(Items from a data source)
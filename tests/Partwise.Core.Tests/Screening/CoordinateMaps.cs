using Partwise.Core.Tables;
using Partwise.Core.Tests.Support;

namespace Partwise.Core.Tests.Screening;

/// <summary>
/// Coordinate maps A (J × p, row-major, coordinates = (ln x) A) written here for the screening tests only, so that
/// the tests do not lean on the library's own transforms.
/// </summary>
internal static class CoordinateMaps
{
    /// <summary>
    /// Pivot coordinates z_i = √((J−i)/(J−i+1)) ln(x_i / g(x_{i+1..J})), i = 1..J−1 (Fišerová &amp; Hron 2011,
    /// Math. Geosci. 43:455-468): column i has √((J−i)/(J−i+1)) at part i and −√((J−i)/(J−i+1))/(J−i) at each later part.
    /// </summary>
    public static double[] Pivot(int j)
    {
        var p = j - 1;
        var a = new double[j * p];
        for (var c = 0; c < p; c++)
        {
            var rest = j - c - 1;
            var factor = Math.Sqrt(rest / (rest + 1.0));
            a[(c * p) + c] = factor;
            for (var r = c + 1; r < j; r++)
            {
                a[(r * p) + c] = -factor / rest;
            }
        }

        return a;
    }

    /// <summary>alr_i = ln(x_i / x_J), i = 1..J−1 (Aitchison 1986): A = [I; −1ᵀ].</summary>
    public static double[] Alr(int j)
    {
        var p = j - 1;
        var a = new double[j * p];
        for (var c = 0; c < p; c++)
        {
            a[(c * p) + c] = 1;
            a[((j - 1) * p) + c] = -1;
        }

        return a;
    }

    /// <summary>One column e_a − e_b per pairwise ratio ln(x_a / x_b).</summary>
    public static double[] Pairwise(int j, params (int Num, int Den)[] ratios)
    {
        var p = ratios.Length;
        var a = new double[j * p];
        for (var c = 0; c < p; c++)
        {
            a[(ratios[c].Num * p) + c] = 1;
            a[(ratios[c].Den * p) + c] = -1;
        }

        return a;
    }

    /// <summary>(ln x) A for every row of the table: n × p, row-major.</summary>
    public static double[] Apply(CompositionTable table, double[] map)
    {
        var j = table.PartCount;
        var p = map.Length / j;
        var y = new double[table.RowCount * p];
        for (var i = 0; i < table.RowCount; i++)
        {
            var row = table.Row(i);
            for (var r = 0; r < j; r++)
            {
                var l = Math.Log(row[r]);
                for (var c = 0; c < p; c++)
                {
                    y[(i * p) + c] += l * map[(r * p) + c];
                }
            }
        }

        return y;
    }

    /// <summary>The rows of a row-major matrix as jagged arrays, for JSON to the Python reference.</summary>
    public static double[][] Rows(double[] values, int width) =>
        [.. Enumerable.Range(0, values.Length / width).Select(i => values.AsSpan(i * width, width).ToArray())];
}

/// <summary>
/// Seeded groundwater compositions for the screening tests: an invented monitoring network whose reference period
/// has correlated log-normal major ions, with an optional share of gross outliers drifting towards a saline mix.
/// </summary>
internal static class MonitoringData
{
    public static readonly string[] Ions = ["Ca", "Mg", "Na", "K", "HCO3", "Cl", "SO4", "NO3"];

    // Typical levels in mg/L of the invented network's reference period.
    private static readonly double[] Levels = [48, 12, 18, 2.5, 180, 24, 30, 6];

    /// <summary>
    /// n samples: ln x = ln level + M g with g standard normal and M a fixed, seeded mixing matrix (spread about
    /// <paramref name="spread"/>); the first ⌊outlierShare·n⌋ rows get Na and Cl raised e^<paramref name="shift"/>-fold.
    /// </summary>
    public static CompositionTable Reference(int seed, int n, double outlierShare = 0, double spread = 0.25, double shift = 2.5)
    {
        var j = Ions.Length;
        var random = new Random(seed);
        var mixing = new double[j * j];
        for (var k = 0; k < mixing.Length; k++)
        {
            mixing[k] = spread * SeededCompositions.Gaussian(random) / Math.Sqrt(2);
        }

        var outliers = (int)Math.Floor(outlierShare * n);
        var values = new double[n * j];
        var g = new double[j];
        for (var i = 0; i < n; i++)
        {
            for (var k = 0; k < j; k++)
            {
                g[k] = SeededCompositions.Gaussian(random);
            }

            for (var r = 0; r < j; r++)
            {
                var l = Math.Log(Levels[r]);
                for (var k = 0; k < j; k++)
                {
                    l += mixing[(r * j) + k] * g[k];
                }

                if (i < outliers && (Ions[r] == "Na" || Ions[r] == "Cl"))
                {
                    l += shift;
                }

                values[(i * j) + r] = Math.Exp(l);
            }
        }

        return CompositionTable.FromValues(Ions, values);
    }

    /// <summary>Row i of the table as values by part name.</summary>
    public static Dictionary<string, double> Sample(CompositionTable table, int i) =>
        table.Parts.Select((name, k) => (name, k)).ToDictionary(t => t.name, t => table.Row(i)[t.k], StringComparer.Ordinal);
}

* * *

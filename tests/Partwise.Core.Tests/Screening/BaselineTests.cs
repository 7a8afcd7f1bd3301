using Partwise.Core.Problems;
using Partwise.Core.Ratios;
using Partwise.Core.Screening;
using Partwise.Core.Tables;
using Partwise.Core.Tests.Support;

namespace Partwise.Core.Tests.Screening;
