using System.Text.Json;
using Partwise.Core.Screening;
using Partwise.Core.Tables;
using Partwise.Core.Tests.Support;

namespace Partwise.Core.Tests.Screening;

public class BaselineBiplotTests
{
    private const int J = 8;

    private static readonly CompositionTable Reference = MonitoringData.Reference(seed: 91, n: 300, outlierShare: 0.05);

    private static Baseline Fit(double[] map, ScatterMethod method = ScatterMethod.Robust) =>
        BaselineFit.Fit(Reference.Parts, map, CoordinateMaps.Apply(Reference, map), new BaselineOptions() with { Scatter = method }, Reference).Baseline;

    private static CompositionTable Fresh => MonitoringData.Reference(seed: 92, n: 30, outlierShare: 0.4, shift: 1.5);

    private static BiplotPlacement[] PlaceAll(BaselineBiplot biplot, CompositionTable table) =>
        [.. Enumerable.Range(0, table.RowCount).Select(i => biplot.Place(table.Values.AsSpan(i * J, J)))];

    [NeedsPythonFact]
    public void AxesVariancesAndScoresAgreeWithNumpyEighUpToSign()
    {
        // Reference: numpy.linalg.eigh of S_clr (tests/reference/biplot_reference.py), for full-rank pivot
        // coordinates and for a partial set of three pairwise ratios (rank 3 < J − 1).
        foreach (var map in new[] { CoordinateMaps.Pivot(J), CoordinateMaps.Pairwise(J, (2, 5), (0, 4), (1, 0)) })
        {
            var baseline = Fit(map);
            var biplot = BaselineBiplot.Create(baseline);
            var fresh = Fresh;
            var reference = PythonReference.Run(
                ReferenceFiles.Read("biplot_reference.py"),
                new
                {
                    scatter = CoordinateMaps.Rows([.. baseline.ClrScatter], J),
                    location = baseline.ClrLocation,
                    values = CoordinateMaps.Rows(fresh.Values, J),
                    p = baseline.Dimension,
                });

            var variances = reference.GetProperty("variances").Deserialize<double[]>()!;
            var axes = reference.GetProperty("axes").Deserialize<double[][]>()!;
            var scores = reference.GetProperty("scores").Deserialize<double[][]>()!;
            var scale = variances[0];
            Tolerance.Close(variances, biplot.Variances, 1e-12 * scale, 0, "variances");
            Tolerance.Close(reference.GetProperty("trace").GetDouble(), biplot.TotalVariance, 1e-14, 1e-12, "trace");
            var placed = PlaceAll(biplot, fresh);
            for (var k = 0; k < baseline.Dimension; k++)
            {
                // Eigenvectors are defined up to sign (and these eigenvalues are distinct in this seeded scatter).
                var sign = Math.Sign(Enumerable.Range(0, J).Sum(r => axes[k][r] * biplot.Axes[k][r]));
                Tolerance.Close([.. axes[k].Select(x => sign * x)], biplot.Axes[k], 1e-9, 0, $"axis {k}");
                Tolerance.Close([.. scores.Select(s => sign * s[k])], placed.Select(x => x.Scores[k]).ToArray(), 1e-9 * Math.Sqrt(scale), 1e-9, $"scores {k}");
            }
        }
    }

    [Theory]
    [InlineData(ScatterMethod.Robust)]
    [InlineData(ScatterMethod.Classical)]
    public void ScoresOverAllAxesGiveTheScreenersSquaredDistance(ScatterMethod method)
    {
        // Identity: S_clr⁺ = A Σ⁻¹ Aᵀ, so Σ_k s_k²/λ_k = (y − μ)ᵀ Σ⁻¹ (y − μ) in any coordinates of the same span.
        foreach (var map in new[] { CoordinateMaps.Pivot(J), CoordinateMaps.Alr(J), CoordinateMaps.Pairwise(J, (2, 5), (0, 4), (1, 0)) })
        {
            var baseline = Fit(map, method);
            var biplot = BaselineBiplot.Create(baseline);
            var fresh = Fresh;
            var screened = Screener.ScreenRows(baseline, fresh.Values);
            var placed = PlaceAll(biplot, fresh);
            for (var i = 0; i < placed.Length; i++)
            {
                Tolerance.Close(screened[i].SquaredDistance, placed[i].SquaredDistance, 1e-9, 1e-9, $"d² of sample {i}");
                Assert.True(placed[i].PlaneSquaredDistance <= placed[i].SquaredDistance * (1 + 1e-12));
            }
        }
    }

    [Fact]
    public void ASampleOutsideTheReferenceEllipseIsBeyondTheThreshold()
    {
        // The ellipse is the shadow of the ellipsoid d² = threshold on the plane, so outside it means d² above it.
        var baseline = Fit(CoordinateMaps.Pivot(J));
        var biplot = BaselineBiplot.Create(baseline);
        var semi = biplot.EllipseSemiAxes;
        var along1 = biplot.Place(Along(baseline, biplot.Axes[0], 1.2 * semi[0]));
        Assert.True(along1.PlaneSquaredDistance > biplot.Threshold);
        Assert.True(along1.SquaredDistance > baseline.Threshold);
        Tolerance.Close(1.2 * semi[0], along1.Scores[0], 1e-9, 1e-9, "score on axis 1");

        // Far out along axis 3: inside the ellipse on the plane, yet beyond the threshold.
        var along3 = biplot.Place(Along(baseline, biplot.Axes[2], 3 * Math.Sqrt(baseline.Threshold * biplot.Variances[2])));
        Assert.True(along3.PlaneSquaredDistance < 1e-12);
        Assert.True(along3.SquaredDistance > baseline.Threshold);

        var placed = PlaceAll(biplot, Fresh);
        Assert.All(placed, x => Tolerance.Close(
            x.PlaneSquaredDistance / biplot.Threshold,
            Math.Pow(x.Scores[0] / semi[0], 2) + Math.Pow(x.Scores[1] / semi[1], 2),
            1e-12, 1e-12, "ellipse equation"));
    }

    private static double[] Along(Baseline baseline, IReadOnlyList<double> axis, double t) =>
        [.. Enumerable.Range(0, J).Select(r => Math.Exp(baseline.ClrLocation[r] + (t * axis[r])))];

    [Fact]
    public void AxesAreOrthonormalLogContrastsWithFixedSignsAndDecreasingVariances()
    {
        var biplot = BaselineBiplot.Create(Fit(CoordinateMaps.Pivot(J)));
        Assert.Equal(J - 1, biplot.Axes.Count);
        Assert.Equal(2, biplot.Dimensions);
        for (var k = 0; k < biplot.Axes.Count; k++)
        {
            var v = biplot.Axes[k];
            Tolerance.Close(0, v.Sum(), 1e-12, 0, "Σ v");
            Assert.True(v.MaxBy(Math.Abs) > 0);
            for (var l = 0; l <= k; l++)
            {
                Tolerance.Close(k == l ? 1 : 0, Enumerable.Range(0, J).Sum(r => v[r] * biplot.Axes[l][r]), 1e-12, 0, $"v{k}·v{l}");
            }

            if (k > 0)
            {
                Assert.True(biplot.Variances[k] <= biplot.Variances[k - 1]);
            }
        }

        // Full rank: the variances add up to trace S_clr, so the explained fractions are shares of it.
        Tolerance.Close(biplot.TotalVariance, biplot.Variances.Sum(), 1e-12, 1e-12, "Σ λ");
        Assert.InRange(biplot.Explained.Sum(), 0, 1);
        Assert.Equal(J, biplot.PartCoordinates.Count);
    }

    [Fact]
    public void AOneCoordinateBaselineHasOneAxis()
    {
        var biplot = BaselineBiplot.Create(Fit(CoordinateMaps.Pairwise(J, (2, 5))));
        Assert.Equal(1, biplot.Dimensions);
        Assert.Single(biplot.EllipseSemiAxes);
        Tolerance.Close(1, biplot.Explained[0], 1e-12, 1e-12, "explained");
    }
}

* * *

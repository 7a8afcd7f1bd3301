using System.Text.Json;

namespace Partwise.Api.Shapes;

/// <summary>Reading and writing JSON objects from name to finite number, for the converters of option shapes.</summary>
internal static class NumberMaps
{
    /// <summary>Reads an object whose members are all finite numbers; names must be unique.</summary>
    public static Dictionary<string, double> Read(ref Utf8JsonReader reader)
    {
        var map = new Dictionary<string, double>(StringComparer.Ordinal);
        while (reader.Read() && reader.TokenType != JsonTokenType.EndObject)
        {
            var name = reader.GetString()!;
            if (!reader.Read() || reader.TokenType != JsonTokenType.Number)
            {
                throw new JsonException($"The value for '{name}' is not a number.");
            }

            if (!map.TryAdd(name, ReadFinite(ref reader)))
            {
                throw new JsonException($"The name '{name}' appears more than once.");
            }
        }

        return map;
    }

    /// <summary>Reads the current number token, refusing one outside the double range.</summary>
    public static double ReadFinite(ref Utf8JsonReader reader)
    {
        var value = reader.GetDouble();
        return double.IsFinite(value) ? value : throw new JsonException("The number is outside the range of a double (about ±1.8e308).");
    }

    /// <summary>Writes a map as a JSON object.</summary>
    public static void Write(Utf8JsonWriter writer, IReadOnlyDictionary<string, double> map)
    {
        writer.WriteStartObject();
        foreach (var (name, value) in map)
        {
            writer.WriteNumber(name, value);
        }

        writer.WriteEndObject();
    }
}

Directions for this task | The records are given above. Copy each line in them that holds "shift".

Output for this exercise |
    /// <paramref name="spread"/>); the first ⌊outlierShare·n⌋ rows get Na and Cl raised e^<paramref name="shift"/>-fold.
    public static CompositionTable Reference(int seed, int n, double outlierShare = 0, double spread = 0.25, double shift = 2.5)
                    l += shift;
    private static CompositionTable Fresh => MonitoringData.Reference(seed: 92, n: 30, outlierShare: 0.4, shift: 1.5);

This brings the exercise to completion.